Or perhaps underscore as the zero designator. Either would be readable.

geraldss avatar Dec 04 '19 19:12 geraldss

Related issues #19642 now closed which proposed a universal zero value and #12854 which would allow type names to be elided in composite literals allowing all the examples in the first post.

jimmyfrasche avatar Dec 04 '19 19:12 jimmyfrasche

Interesting idea. Sorry to bike shed, but perhaps the reusing the default keyword would be more readable?

Foo(default) myvar = default

beoran avatar Dec 05 '19 14:12 beoran

Foo(default, default, default)
Foo({}, {}, {})
Foo(_, _, _)

I find the latter two more readable, but default or other keyword is also fine with a syntax highlighter. As jimmyfrasche pointed out, the {} and _ syntax have been proposed previously.

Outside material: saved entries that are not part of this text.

/* A gate from a model gate whose inputs are all made: fold constants. */
static uint32_t make_logic_gate(compiler *C, size_t ni)
{
    const lw_node *n = &C->m->nodes[ni];
    size_t nt = 0, nf = 0, cnt = 0;
    for (size_t i = 0; i < n->nin; i++) {
        uint32_t g = C->gate_of[n->in[i]];
        if (g == 0)
            nf++;
        else if (g == 1)
            nt++;
        else if (!push_scratch(C, cnt++, g))
            return LW_NO_GATE;
    }
    lw_gate_kind kind;
    uint32_t k = 0;
    if (n->kind == LW_NODE_ALL) {
        if (nf)
            return 0;
        if (cnt == 0)
            return 1;
        kind = LW_GATE_AND;
    } else if (n->kind == LW_NODE_ANY) {
        if (nt)
            return 1;
        if (cnt == 0)
            return 0;
        kind = LW_GATE_OR;
    } else {
        long kk = (long)n->k - (long)nt;
        if (kk <= 0)
            return 1;
        if ((size_t)kk > cnt)
            return 0;
        if ((size_t)kk == cnt)
            kind = LW_GATE_AND;
        else if (kk == 1)
            kind = LW_GATE_OR;
        else
            kind = LW_GATE_VOTE;
        k = (uint32_t)kk;
    }
    if (cnt == 1)
        return C->scratch[0];
    return new_gate(C, kind, 0, k, C->scratch, (uint32_t)cnt, ni);
}

static uint32_t make_node_gate(compiler *C, size_t ni)
{
    const lw_node *n = &C->m->nodes[ni];
    switch (n->kind) {
    case LW_NODE_ERROR:
    case LW_NODE_SAFEGUARD:
        return event_gate(C, ni);
    case LW_NODE_CONDITION:
        return C->net->present[ni] ? 1 : 0;
    case LW_NODE_BLOCK:
    case LW_NODE_HAZARD:
        return C->gate_of[n->in[0]];
    default:
        return make_logic_gate(C, ni);
    }
}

Here's another argument for the proposal. These calls highlight the values that are being passed, which is good:

Foo(10, "xyz", nil)
Foo({})

This call highlights the type that is being passed, including its fully qualified name. This shifts the cognitive effort.

Foo(SomeLongStructName{})

geraldss avatar Dec 05 '19 14:12 geraldss

i think Foo({}, {}, {}) is more readable, than default, FMIO, cause 1) default has a bit more letters... cause, you know, less letters -> better code 🙃 2) create new reserved word is not a good idea, i know so many projects with default variables, so, it can break a lot of code base. Also _ symbol is for another things, like /dev/null in golang universe. so, with _ symbol as empty struct definition is not a good idea, i think.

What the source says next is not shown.